Data extract:
== Segment start ==
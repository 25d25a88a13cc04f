import { judgeDueDate, todayIn } from './due-date';

describe('judgeDueDate (due soon up to and including the due date, overdue from the day after)', () => {
  it('is due soon exactly dueSoonDays before the date and ok the day before that', () => {
    // 2026-11-01 minus 14 days is 2026-10-18 (October has 31 days: 31 − 18 + 1 = 14).
    expect(judgeDueDate('2026-11-01', '2026-10-18', 14)).toEqual({ state: 'due-soon', daysLeft: 14 });
    expect(judgeDueDate('2026-11-01', '2026-10-17', 14)).toEqual({ state: 'ok', daysLeft: 15 });
  });

  it('is due soon on the due date itself and overdue the day after', () => {
    expect(judgeDueDate('2026-11-01', '2026-11-01', 14)).toEqual({ state: 'due-soon', daysLeft: 0 });
    expect(judgeDueDate('2026-11-01', '2026-11-02', 14)).toEqual({ state: 'overdue', daysLeft: -1 });
  });

  it('counts whole days across a leap day (2028 is a leap year: 28 Feb to 1 Mar is 2 days)', () => {
    expect(judgeDueDate('2028-03-01', '2028-02-28', 0).daysLeft).toBe(2);
  });

  it('refuses a date that is not YYYY-MM-DD, naming it', () => {
    expect(() => judgeDueDate('1/11/2026', '2026-11-01', 14)).toThrow(/dueOn/);
  });
});

describe('todayIn (the date in the site’s zone)', () => {
  it('turns the day at the site’s midnight, not at UTC midnight', () => {
    // 2026-11-01T23:30Z is 02:30 on 2 November in Riyadh (UTC+3, no daylight saving, IANA tz database).
    const ms = Date.parse('2026-11-01T23:30:00Z');
    expect(todayIn(ms, 'UTC')).toBe('2026-11-01');
    expect(todayIn(ms, 'Asia/Riyadh')).toBe('2026-11-02');
  });
});
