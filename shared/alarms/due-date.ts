/**
 * The one rule for a dated duty (a transmitter's calibration, an element calibration, a gas
 * analysis, an inspection): "due soon" from `dueSoonDays` before the due date up to and
 * including it, "overdue" from the day after. Dates are calendar dates in the site's time zone,
 * so the day turns at the site's midnight. The calibration and care alarms and the per-site
 * "what is due" list all judge with this function.
 */
import { DateTime } from 'luxon';

export type DueState = 'overdue' | 'due-soon' | 'ok';

const DAY_MS = 86_400_000;
const ISO_DATE = /^\d{4}-\d{2}-\d{2}$/;

/** @returns today's date (YYYY-MM-DD) in the time zone at the instant `nowMs` */
export function todayIn(nowMs: number, timeZone: string): string {
  const date = DateTime.fromMillis(nowMs, { zone: timeZone }).toISODate();
  if (!date) throw new Error(`todayIn: ${timeZone} is not a time zone`);
  return date;
}

/**
 * @param dueOn the due date, YYYY-MM-DD
 * @param today today's date in the same calendar, YYYY-MM-DD
 * @param dueSoonDays how many days before the due date it counts as due soon (0: only on the day)
 * @returns the state and the whole days left until the due date (negative once overdue)
 */
export function judgeDueDate(dueOn: string, today: string, dueSoonDays: number): { state: DueState; daysLeft: number } {
  if (!ISO_DATE.test(dueOn)) throw new Error(`judgeDueDate: dueOn must be YYYY-MM-DD (got ${dueOn})`);
  if (!ISO_DATE.test(today)) throw new Error(`judgeDueDate: today must be YYYY-MM-DD (got ${today})`);
  // Both at UTC midnight: the difference is a whole number of days, whatever the zone's offsets.
  const daysLeft = Math.round((Date.parse(`${dueOn}T00:00:00Z`) - Date.parse(`${today}T00:00:00Z`)) / DAY_MS);
  const state: DueState = daysLeft < 0 ? 'overdue' : daysLeft <= dueSoonDays ? 'due-soon' : 'ok';
  return { state, daysLeft };
}
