import { alarmPerformance, groupConsequential, GROUP_WINDOW_MS } from './alarm-performance';

/**
 * Expected values are worked by hand from the rules written in alarm-performance.ts (ISA-18.2-2016
 * definitions as remembered: 10-minute periods, flood > 10 per 10 min, chattering ≥ 3 in 1 min,
 * stale > 24 h); none is read back from the code's own output.
 */
const at = (iso: string) => new Date(iso);
const MIN = 60_000;

describe('groupConsequential', () => {
  it('puts alarms of one site and one family raised within two minutes of the first-out under it', () => {
    const g = groupConsequential([
      { id: '3', siteId: '1', condition: 'stale', raisedAt: at('2026-11-05T06:01:00Z') },
      { id: '1', siteId: '1', condition: 'stale', raisedAt: at('2026-11-05T06:00:00Z') },
      { id: '2', siteId: '1', condition: 'bad-quality', raisedAt: at('2026-11-05T06:02:00Z') }, // exactly 2 min: joins
      { id: '4', siteId: '1', condition: 'frozen', raisedAt: at('2026-11-05T06:00:30Z') }, // another family
      { id: '5', siteId: '2', condition: 'stale', raisedAt: at('2026-11-05T06:00:30Z') }, // another site
      { id: '6', siteId: '1', condition: 'stale', raisedAt: at('2026-11-05T06:02:01Z') }, // 2 min 1 s: a new group
    ]);
    expect(g.get('1')).toEqual({ groupId: '1', firstOutId: null, consequentialCount: 2 });
    expect(g.get('3')).toEqual({ groupId: '1', firstOutId: '1', consequentialCount: 0 });
    expect(g.get('2')).toEqual({ groupId: '1', firstOutId: '1', consequentialCount: 0 });
    expect(g.get('4')).toEqual({ groupId: '4', firstOutId: null, consequentialCount: 0 });
    expect(g.get('5')).toEqual({ groupId: '5', firstOutId: null, consequentialCount: 0 });
    expect(g.get('6')).toEqual({ groupId: '6', firstOutId: null, consequentialCount: 0 });
    expect(GROUP_WINDOW_MS).toBe(2 * MIN);
  });

  it('breaks a tie in raise time by the lower id', () => {
    const g = groupConsequential([
      { id: '11', siteId: '1', condition: 'stale', raisedAt: at('2026-11-05T06:00:00Z') },
      { id: '9', siteId: '1', condition: 'stale', raisedAt: at('2026-11-05T06:00:00Z') },
    ]);
    expect(g.get('9')!.firstOutId).toBeNull();
    expect(g.get('11')!.firstOutId).toBe('9');
  });
});

describe('alarmPerformance', () => {
  const fromMs = Date.parse('2026-11-01T00:00:00Z');
  const toMs = Date.parse('2026-11-02T00:00:00Z'); // one day: 144 periods of 10 min
  const base = { fromMs, toMs, operatorPositions: 1, occurrences: [], nowMs: toMs + 1 };

  it('counts rates, floods and chattering over 10-minute periods of the month', () => {
    const annunciations = [
      // point A: 3 within 59 s (chattering), point B: 8 a minute apart (not chattering) — 11 in 00:00–00:10
      ...[0, 30_000, 59_000].map((d) => ({ pointKey: 'A', atMs: fromMs + d })),
      ...[1, 2, 3, 4, 5, 6, 7, 8].map((m) => ({ pointKey: 'B', atMs: fromMs + m * MIN })),
      // point C: 3 spanning exactly 60 s, which is not within one minute; in the 00:10–00:20 period
      ...[10, 10.5, 11].map((m) => ({ pointKey: 'C', atMs: fromMs + m * MIN })),
      { pointKey: 'D', atMs: toMs }, // the end is outside
    ];
    const r = alarmPerformance({ ...base, annunciations });
    expect(r.periods).toBe(144);
    expect(r.annunciations).toBe(14);
    expect(r.averagePer10MinPerOperator).toBeCloseTo(14 / 144, 12);
    expect(r.peakPer10MinPerOperator).toBe(11);
    expect(r.floodPeriods).toBe(1);
    expect(r.floodPercentOfTime).toBeCloseTo(100 / 144, 12);
    expect(r.chattering).toEqual([{ pointKey: 'A', raises: 3, mostInOneMinute: 3 }]);
    expect(r.topTen.map((t) => [t.pointKey, t.raises])).toEqual([
      ['B', 8],
      ['A', 3],
      ['C', 3],
    ]);
    expect(r.topTenSharePercent).toBeCloseTo(100, 12);
  });

  it('divides the rates among operator positions, so 11 alarms for two operators is no flood', () => {
    const annunciations = Array.from({ length: 11 }, (_, i) => ({ pointKey: `P${i}`, atMs: fromMs + i * 30_000 }));
    const r = alarmPerformance({ ...base, operatorPositions: 2, annunciations });
    expect(r.peakPer10MinPerOperator).toBe(5.5);
    expect(r.floodPeriods).toBe(0);
  });

  it('finds alarms active more than 24 hours, measuring an open one to now inside the month', () => {
    const h = 3_600_000;
    const r = alarmPerformance({
      ...base,
      toMs: fromMs + 30 * 24 * h,
      nowMs: fromMs + 26 * h,
      annunciations: [],
      occurrences: [
        { id: '1', pointKey: 'A', raisedMs: fromMs, clearedMs: fromMs + 24 * h }, // exactly 24 h: not stale
        { id: '2', pointKey: 'B', raisedMs: fromMs, clearedMs: fromMs + 25 * h },
        { id: '3', pointKey: 'C', raisedMs: fromMs + h, clearedMs: null }, // open for 25 h by now
        { id: '4', pointKey: 'D', raisedMs: fromMs + 3 * h, clearedMs: null }, // open for 23 h
      ],
    });
    expect(r.stale.map((s) => [s.id, s.activeMs / h])).toEqual([
      ['2', 25],
      ['3', 25],
    ]);
  });

  it('refuses a period that does not end after it starts, or no operator', () => {
    expect(() => alarmPerformance({ ...base, toMs: fromMs, annunciations: [] })).toThrow(/end after/);
    expect(() => alarmPerformance({ ...base, operatorPositions: 0, annunciations: [] })).toThrow(/operatorPositions/);
  });
});
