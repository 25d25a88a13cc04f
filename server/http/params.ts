import { z } from 'zod';
import { DateTime } from 'luxon';
import { badRequest, notFound } from '../errors';
import { contractDayBounds } from '../../shared/history/contract-day';

/**
 * The one parser for what routes read from a URL: record ids and time windows. Every route uses
 * these, so an id or a window is refused the same way everywhere.
 */

const dayMs = 86_400_000;
const digits = /^\d+$/;
/** The largest PostgreSQL bigint: a longer run of digits names no record, and must not reach SQL as one. */
const maxBigint = 9_223_372_036_854_775_807n;

/** Digits that fit a bigint; an id beyond it would make PostgreSQL fail the whole query ("out of range"). */
const isBigintId = (text: string) => digits.test(text) && BigInt(text) <= maxBigint;

/**
 * A record id from a path (`/:id`). Ids are PostgreSQL bigints, carried as decimal strings so
 * no precision is lost. Anything else cannot name a record, so it is "not found", not a 400.
 * @param value the raw path parameter
 * @param what the record's name as a person says it ("Meter run"), for the 404 message
 */
export function parseId(value: unknown, what: string): string {
  const text = String(value ?? '');
  if (!isBigintId(text)) throw notFound(what);
  return text;
}

/**
 * A zod field for an id given in a query or body ("must be a meter run id"); numbers are accepted too,
 * up to Number.MAX_SAFE_INTEGER (a larger number has already lost digits when JSON was parsed).
 */
export const idField = (what: string) =>
  z
    .union(
      [
        z.number().int().positive().max(Number.MAX_SAFE_INTEGER),
        z.string().regex(digits, `must be a ${what} id`).refine(isBigintId, `must be a ${what} id`),
      ],
      { error: `must be a ${what} id` },
    )
    .transform(String);

/** A zod field for an instant: ISO 8601 with an offset or Z, never a local time without a zone. */
export const isoInstant = z.iso.datetime({ offset: true, error: 'must be ISO 8601 with an offset or Z' });

/** A zod field for an instant, or a plain date YYYY-MM-DD meaning the start of that date in a zone chosen later. */
export const isoInstantOrDate = z.union([isoInstant, z.iso.date()], {
  error: 'must be ISO 8601 with an offset or Z, or a date YYYY-MM-DD',
});

/** A half-open window [fromMs, toMs) in epoch milliseconds. */
export interface TimeWindow {
  fromMs: number;
  toMs: number;
}

/**
 * Turns validated `from`/`to` strings into a window, refusing an empty or reversed window and
 * one longer than `maxDays`, naming `to` as the field at fault.
 * @param timeZone the zone a plain date is read in (a site's zone); without it only instants are valid
 * @param contractHour with timeZone: a plain date names the contract day (or month) that starts on
 *   it, so it is read as that date at the contract hour ("from=2026-11-01" by day begins with the
 *   contract day starting on 1 November, not with the one of 31 October that midnight falls in);
 *   without it, a plain date is the local midnight starting it
 */
export function parseTimeWindow(
  query: { from: string; to: string },
  options: { maxDays: number; timeZone?: string; contractHour?: number; what?: string },
): TimeWindow {
  const instant = (value: string) =>
    value.length === 10 && options.timeZone
      ? options.contractHour !== undefined
        ? contractDayBounds(value, options.timeZone, options.contractHour).startMs
        : DateTime.fromISO(value, { zone: options.timeZone }).toMillis()
      : Date.parse(value);
  const fromMs = instant(query.from);
  const toMs = instant(query.to);
  if (toMs <= fromMs) throw badRequest('to: must be after from', 'to');
  if (toMs - fromMs > options.maxDays * dayMs) {
    throw badRequest(
      `to: at most ${options.maxDays} days${options.what ? ` of ${options.what}` : ''} per request`,
      'to',
    );
  }
  return { fromMs, toMs };
}
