/**
 * Where a transmitter's reading sits against the limits of its 4–20 mA output, after NAMUR
 * NE 43 ("Standardisation of the signal level for the failure information of digital
 * transmitters"). The levels below are from the recommendation's published text as remembered
 * here [mem], not checked against a copy on this machine:
 * - measurement information: 3.8 mA to 20.5 mA (4–20 mA is the range, the rest is the linear
 *   under- and over-range a transmitter still drives);
 * - failure information: ≤ 3.6 mA or ≥ 21.0 mA.
 * Mapped onto the transmitter's range (4 mA = lower range value, 20 mA = upper range value, so
 * 1 mA = span/16): at or above upper + 0.5/16 of span the output is at its saturation limit;
 * beyond upper + 1/16 (or below lower − 0.4/16) it is a failure level. A flat reading at a
 * saturation limit is the process beyond the range (over or under range), not a frozen signal.
 */

/** NE 43 levels in mA [mem]: the measurement range and the failure thresholds. */
export const NE43_MILLIAMPS = {
  rangeLow: 4,
  rangeHigh: 20,
  saturationLow: 3.8,
  saturationHigh: 20.5,
  failureLow: 3.6,
  failureHigh: 21.0,
} as const;

export type SignalLevel = 'failure-low' | 'saturated-low' | 'in-span' | 'saturated-high' | 'failure-high';

/** Readings this share of span inside a saturation limit still count as at it (displayed values are rounded). */
const AT_LIMIT_TOLERANCE_SHARE_OF_SPAN = 1e-5;

/**
 * @param value the reading, in the same unit as the range
 * @param lowerRange the transmitter's lower range value (4 mA)
 * @param upperRange the transmitter's upper range value (20 mA), above lowerRange
 * @returns 'in-span' between the saturation limits (this includes the linear over- and
 *   under-range between 4/20 mA and the limits), 'saturated-…' at or beyond a saturation limit
 *   up to the failure threshold, 'failure-…' at or beyond a failure threshold
 */
export function signalLevel(value: number, lowerRange: number, upperRange: number): SignalLevel {
  const span = upperRange - lowerRange;
  if (!(span > 0))
    throw new Error(`signalLevel: upperRange must exceed lowerRange (got ${lowerRange} to ${upperRange})`);
  const { rangeLow, rangeHigh, saturationLow, saturationHigh, failureLow, failureHigh } = NE43_MILLIAMPS;
  const mA = rangeLow + ((value - lowerRange) / span) * (rangeHigh - rangeLow);
  const tolerance = AT_LIMIT_TOLERANCE_SHARE_OF_SPAN * (rangeHigh - rangeLow);
  if (mA >= failureHigh) return 'failure-high';
  if (mA <= failureLow) return 'failure-low';
  if (mA >= saturationHigh - tolerance) return 'saturated-high';
  if (mA <= saturationLow + tolerance) return 'saturated-low';
  return 'in-span';
}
== Segment end ==
Instructions for the task:
Above are records; count the lines among them that include the word "PostgreSQL", and give only the number.

Output for this exercise:
3